RECORDS FOR THE TASK:
_ _ _
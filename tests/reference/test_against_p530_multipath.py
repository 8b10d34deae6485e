"""Against Rec. ITU-R P.530-19, and P.2001-6 for older forms: multipath, diversity and cross-polar outage.

Numbers without another source were worked by hand from the printed formulas, independently of any program.
"""

import math

import numpy as np
import pytest

from fellspan.propagation import (
    amplitude_correlation,
    clear_air_cross_polar_outage_percent,
    clear_air_outage_percent,
    composite_fade_margin_db,
    diversity_improvement,
    diversity_outage_percent,
    enhancement_exceeded_percent,
    fade_exceeded_percent,
    fade_for_percent_db,
    frequency_correlation_squared,
    mean_echo_delay_s,
    multipath_activity,
    multipath_clearance_m,
    multipath_events_per_year,
    multipath_occurrence_detailed_percent,
    multipath_occurrence_percent,
    multipath_occurrence_quick_percent,
    older_space_improvement,
    rain_cross_polar_outage_percent,
    rain_discrimination_db,
    selective_correlation_squared,
    selective_outage_normalised_percent,
    selective_outage_percent,
    shorter_worst_period_factor,
    space_correlation_squared,
    tandem_outage_percent,
    transition_fade_db,
)


def digits(value: float, count: int) -> object:
    """Approx to half a unit in the last of so many significant digits."""
    return pytest.approx(value, abs=0.501 * 10.0 ** (math.floor(math.log10(abs(value))) + 1 - count), rel=0)


# log K, dN75, antennas and ground (m), km, GHz -> hc, p0. Equations (5) to (11); the code of a Study Group 3 author agrees.
EDITION_19 = [
    (-5.0, 0, 300, 350, 150, 40, 6, 159.314, 7.8788),
    (-5.0, 10, 300, 350, 150, 40, 6, 159.314, 7.8795),
    (-5.0, 20, 120, 130, 60, 50, 8, 40.490, 159.742),
    (-4.5, 40, 60, 60, 10, 30, 18, 41.176, 444.664),
]


@pytest.mark.parametrize(("log_k", "dn75", "a", "b", "ground", "km", "ghz", "clearance", "percent"), EDITION_19)
def test_occurrence_by_edition_19(
    log_k: float,
    dn75: float,
    a: float,
    b: float,
    ground: float,
    km: float,
    ghz: float,
    clearance: float,
    percent: float,
) -> None:
    heights = {"a_amsl_m": a, "b_amsl_m": b, "mean_ground_amsl_m": ground}
    assert multipath_clearance_m(km * 1e3, **heights) == pytest.approx(clearance, abs=6e-4)
    found = multipath_occurrence_percent(km * 1e3, frequency_hz=ghz * 1e9, log_k=log_k, dn75=dn75, **heights)
    assert found == pytest.approx(percent, abs=0.6e-3 if percent > 100 else 0.6e-4)


def test_surface_layer_has_its_limit() -> None:
    # By hand: 10 km, 1 GHz, both antennas 9.98 m above the mean ground at sea level, dN75 50: hc 9, so that the
    # exponential is 0.3203 and vlim = 50 x 10^1.5 / 24730 = 0.063935 takes over. p0 = 1e-5 x 10^3.51 x
    # 14^0.447 x 10^(0.376 x 0.80138 - 0.00027 x 9.98 + 17.85 x 0.063935).
    height = 9.0 + 100.0 / 102.0
    found = multipath_occurrence_percent(
        10e3, frequency_hz=1e9, a_amsl_m=height, b_amsl_m=height, mean_ground_amsl_m=0.0, log_k=-5.0, dn75=50.0
    )
    limit = 50.0 * 10.0**1.5 / 24730.0
    exponent = 0.376 * math.tanh(138.0 / 125.0) - 0.00027 * height + 17.85 * limit
    assert found == pytest.approx(1e-5 * 10.0**3.51 * 14.0**0.447 * 10.0**exponent, rel=1e-12)


def test_occurrence_by_edition_17() -> None:
    # 40 km, 6 GHz, 300 and 350 m, dN1 -200: quick by P.2001-6 (B.1), (B.6); detailed with a roughness of 40 m.
    path = {"frequency_hz": 6e9, "a_amsl_m": 300.0, "b_amsl_m": 350.0, "dn1_n_per_km": -200.0}
    assert multipath_occurrence_quick_percent(40e3, **path) == digits(6.4208, 5)
    detailed = multipath_occurrence_detailed_percent(40e3, terrain_roughness_m=40.0, **path)
    assert detailed == digits(6.8747, 5)
    assert fade_exceeded_percent(30.0, occurrence_percent=detailed) == digits(0.0068747, 5)


@pytest.mark.parametrize("metres", [0.0, 100.0, 5000.0])
def test_no_multipath_up_to_five_kilometres(metres: float) -> None:
    # Section 2.3: only above 5 km.
    path = {"frequency_hz": 6e9, "a_amsl_m": 300.0, "b_amsl_m": 350.0}
    assert multipath_occurrence_quick_percent(metres, dn1_n_per_km=-200.0, **path) == 0.0
    assert multipath_occurrence_detailed_percent(metres, dn1_n_per_km=-200.0, terrain_roughness_m=4.0, **path) == 0.0
    assert multipath_occurrence_percent(metres, mean_ground_amsl_m=100.0, log_k=-5.0, dn75=10.0, **path) == 0.0
    beyond = multipath_occurrence_quick_percent(5000.1, dn1_n_per_km=-200.0, **path)
    assert isinstance(beyond, float)
    assert beyond > 0.0


# p0 %, At dB, then percent at 5, 10, 20, 25 and 30 dB; None where the hand calculation has none. Equations (12) to (18).
FADE_DEPTHS = [
    (4.0, 25.7225, (2.0795, 0.35878, 0.035616, 0.012446, 0.004)),
    (20.0, 26.5612, (4.4090, 1.1743, 0.16749, 0.061001, 0.02)),
    (0.5, None, (None, 0.07709, None, None, 0.0005)),
    (100.0, None, (None, 3.8174, 0.78835, None, 0.1)),
]


@pytest.mark.parametrize(("occurrence", "transition", "percents"), FADE_DEPTHS)
def test_every_fade_depth(occurrence: float, transition: float | None, percents: tuple[float | None, ...]) -> None:
    if transition is not None:
        assert transition_fade_db(occurrence) == digits(transition, 6)
    for fade, percent in zip((5.0, 10.0, 20.0, 25.0, 30.0), percents, strict=True):
        if percent is not None:
            assert fade_exceeded_percent(fade, occurrence_percent=occurrence) == pytest.approx(percent, rel=3e-5)
            assert fade_for_percent_db(percent, occurrence_percent=occurrence) == pytest.approx(fade, abs=3e-4)
    assert fade_exceeded_percent(0.0, occurrence_percent=occurrence) == pytest.approx(63.212, abs=1e-3)


def test_enhancement() -> None:
    # Equation (19) by hand: 100 - pw = 10^((-1.7 + 0.2 x 30 - 12)/3.5) = 10^-2.2 %.
    assert enhancement_exceeded_percent(12.0, fade_001_db=30.0) == pytest.approx(10.0**-2.2, rel=1e-12)


def test_periods_events_and_hops() -> None:
    # Equation (31); equations (25) to (27) must give 1 for a month of 720 h, and do to their rounded factors.
    assert multipath_events_per_year(0.001) == digits(5.16, 3)
    assert multipath_events_per_year(0.01) == digits(45.95, 4)
    for relief in ("flat", "hilly", "hilly land"):
        assert shorter_worst_period_factor(720.0, relief=relief) == pytest.approx(1.0, abs=0.005)  # type: ignore[arg-type]
    # Equation (30): 30 dB, 40 and 50 km give C = 0.881, so for 0.01 % each: 2e-4 - (1e-8)^0.881, in per cent.
    both = tandem_outage_percent([0.01, 0.01], distance_m=[40e3, 50e3], fade_db=30.0)
    assert both == pytest.approx(100.0 * (2e-4 - 1e-8**0.881), rel=1e-9)


def test_selective_fading() -> None:
    # Equations (102), (116), (117): p0 10 %, 50 km, 28 MHz, 20 dB; and 5 %, 40 km, 30 MHz, 18 dB; both kinds of echo alike.
    assert multipath_activity(10.0) == digits(0.034941, 5)
    assert mean_echo_delay_s(50e3) == pytest.approx(0.7e-9, rel=1e-12)
    assert mean_echo_delay_s(40e3) == digits(0.52374e-9, 5)
    one = selective_outage_percent(10.0, distance_m=50e3, signature_width_hz=28e6, signature_depth_db=20.0)
    assert one == digits(3.272e-3, 4)
    two = selective_outage_percent(5.0, distance_m=40e3, signature_width_hz=30e6, signature_depth_db=18.0)
    assert two == digits(1.4796e-3, 5)


def test_normalised_signature_is_the_same_law() -> None:
    # (118) equals (117) where 2 Kn / T^2 = 2 W 10^(-B/20) / tau_r.
    width_hz, depth_db, delay_s, baud_s = 30e6, 18.0, 6.3e-9, 40e-9
    kn = (baud_s * 1e9) ** 2 * width_hz / 1e9 * 10 ** (-depth_db / 20) / (delay_s * 1e9)
    by_kn = selective_outage_normalised_percent(5.0, distance_m=40e3, kn=kn, baud_period_s=baud_s)
    assert by_kn == digits(1.4796e-3, 5)


def test_other_echo_has_its_own_signature() -> None:
    both = selective_outage_percent(5.0, distance_m=40e3, signature_width_hz=30e6, signature_depth_db=18.0)
    half = selective_outage_percent(
        5.0, distance_m=40e3, signature_width_hz=30e6, signature_depth_db=18.0, other_width_hz=0.0
    )
    assert half == pytest.approx(float(both) / 2.0, rel=1e-12)


# spacing m, GHz, km, p0 %, fade dB, level difference dB -> eta, kns2, I, I in the older form. Equations (155) to (162).
SPACE = [
    (10, 6, 50, 20, 30, 0, 0.058060, 0.787471, 62.485, 67.010),
    (10, 6, 45, 5, 35, 2, 0.020925, 0.513667, 406.43, 485.47),
    (15, 4, 60, 50, 25, 3, 0.112122, 0.823262, 6.694, 6.763),
]


@pytest.mark.parametrize(("spacing", "ghz", "km", "p0", "fade", "unequal", "eta", "kns2", "gain", "older"), SPACE)
def test_space_diversity(
    spacing: float,
    ghz: float,
    km: float,
    p0: float,
    fade: float,
    unequal: float,
    eta: float,
    kns2: float,
    gain: float,
    older: float,
) -> None:
    path = {"distance_m": km * 1e3, "frequency_hz": ghz * 1e9, "occurrence_percent": p0}
    assert multipath_activity(p0) == digits(eta, 5)
    found = space_correlation_squared(spacing, **path)
    assert found == digits(kns2, 6)
    improvement = diversity_improvement(found, occurrence_percent=p0, fade_db=fade, level_difference_db=-unequal)
    assert improvement == digits(gain, 4 if gain < 10 else 5)
    in_older = older_space_improvement(spacing, fade_db=fade, level_difference_db=unequal, **path)
    assert in_older == digits(older, 4 if older < 10 else 5)


def test_space_diversity_chain() -> None:
    # 10 m, 6 GHz, 50 km, p0 20 %, 35 dB, 30 MHz signature of 20 dB at 6.3 ns; fractions in the hand calculation.
    flat = fade_exceeded_percent(35.0, occurrence_percent=20.0)
    assert flat == digits(6.3246e-3, 5)
    selective = selective_outage_percent(20.0, distance_m=50e3, signature_width_hz=30e6, signature_depth_db=20.0)
    assert selective == digits(5.8254e-3, 5)
    kns2 = space_correlation_squared(10.0, distance_m=50e3, frequency_hz=6e9, occurrence_percent=20.0)
    improvement = diversity_improvement(kns2, occurrence_percent=20.0, fade_db=35.0)
    assert improvement == digits(195.89, 5)
    assert amplitude_correlation(kns2) == digits(0.86045, 5)
    assert selective_correlation_squared(amplitude_correlation(kns2)) == digits(0.87361, 5)

    def outage(flat_percent: object, selective_percent: object) -> object:
        return diversity_outage_percent(
            flat_percent,  # type: ignore[arg-type]
            selective_percent=selective_percent,  # type: ignore[arg-type]
            correlation_squared=kns2,
            improvement=improvement,
            occurrence_percent=20.0,
        )

    assert outage(flat, 0.0) == digits(3.2286e-5, 5)
    assert outage(0.0, selective) == digits(4.6244e-5, 5)
    assert outage(flat, selective) == digits(9.8548e-5, 5)


def test_frequency_diversity() -> None:
    # (163) by hand: p0 20 % has eta 0.058060; 50 MHz at 6 GHz make exp(-0.07/0.058060 x 0.05/6) = 0.990003.
    found = frequency_correlation_squared(50e6, frequency_hz=6e9, occurrence_percent=20.0)
    assert found == digits(0.990003, 6)


@pytest.mark.parametrize(("rw", "ks2"), [(0.3, 0.8238), (0.6, 0.831704), (0.8, 0.858638), (0.97, 0.934655)])
def test_selective_correlation(rw: float, ks2: float) -> None:
    assert selective_correlation_squared(rw) == pytest.approx(ks2, abs=6e-7)


def test_cross_polar_outage() -> None:
    # Sections 4.1 and 4.2: p0 10 %, XPDg 30 dB, C0/I 24 dB; 18 GHz, U0 15 dB, C0/I 20 dB, 30 dB of rain at 0.01 %.
    clear = clear_air_cross_polar_outage_percent(10.0, antenna_discrimination_db=30.0, required_ratio_db=24.0)
    assert clear == digits(0.19428, 5)
    # Two transmitting antennas 500 wavelengths apart: kXP = 1 - 0.3/e = 0.88964 in place of 0.7.
    apart = clear_air_cross_polar_outage_percent(
        10.0, antenna_discrimination_db=30.0, required_ratio_db=24.0, transmit_spacing_wavelengths=500.0
    )
    assert apart == pytest.approx(0.19428 * 0.88964 / 0.7, rel=1e-4)
    rain = rain_cross_polar_outage_percent(30.0, frequency_hz=18e9, required_ratio_db=20.0)
    assert rain == digits(1.015e-2, 4)
    # U = 52.658, V = 22.167: at 29.735 dB of rain the discrimination is the 20 dB asked for.
    assert rain_discrimination_db(29.735, frequency_hz=18e9) == pytest.approx(20.0, abs=1e-3)


def test_sums() -> None:
    # (177) is a plain sum; the composite of 30 and 40 dB: common practice, no source, by hand.
    assert clear_air_outage_percent(0.01, selective_percent=0.02, cross_polar_percent=0.03) == pytest.approx(0.06)
    assert composite_fade_margin_db(30.0, 40.0) == digits(29.586, 5)
    assert np.isinf(composite_fade_margin_db())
_ _ _
WHAT THE EXERCISE ASKS: Reproducing the whole listing above is not the task. Copy exactly only the lines from the one with "# Section 2.3: only above 5 km." to the one with "if percent is", both kept.

REPLY TO THE TASK:
    # Section 2.3: only above 5 km.
    path = {"frequency_hz": 6e9, "a_amsl_m": 300.0, "b_amsl_m": 350.0}
    assert multipath_occurrence_quick_percent(metres, dn1_n_per_km=-200.0, **path) == 0.0
    assert multipath_occurrence_detailed_percent(metres, dn1_n_per_km=-200.0, terrain_roughness_m=4.0, **path) == 0.0
    assert multipath_occurrence_percent(metres, mean_ground_amsl_m=100.0, log_k=-5.0, dn75=10.0, **path) == 0.0
    beyond = multipath_occurrence_quick_percent(5000.1, dn1_n_per_km=-200.0, **path)
    assert isinstance(beyond, float)
    assert beyond > 0.0


# p0 %, At dB, then percent at 5, 10, 20, 25 and 30 dB; None where the hand calculation has none. Equations (12) to (18).
FADE_DEPTHS = [
    (4.0, 25.7225, (2.0795, 0.35878, 0.035616, 0.012446, 0.004)),
    (20.0, 26.5612, (4.4090, 1.1743, 0.16749, 0.061001, 0.02)),
    (0.5, None, (None, 0.07709, None, None, 0.0005)),
    (100.0, None, (None, 3.8174, 0.78835, None, 0.1)),
]


@pytest.mark.parametrize(("occurrence", "transition", "percents"), FADE_DEPTHS)
def test_every_fade_depth(occurrence: float, transition: float | None, percents: tuple[float | None, ...]) -> None:
    if transition is not None:
        assert transition_fade_db(occurrence) == digits(transition, 6)
    for fade, percent in zip((5.0, 10.0, 20.0, 25.0, 30.0), percents, strict=True):
        if percent is not None:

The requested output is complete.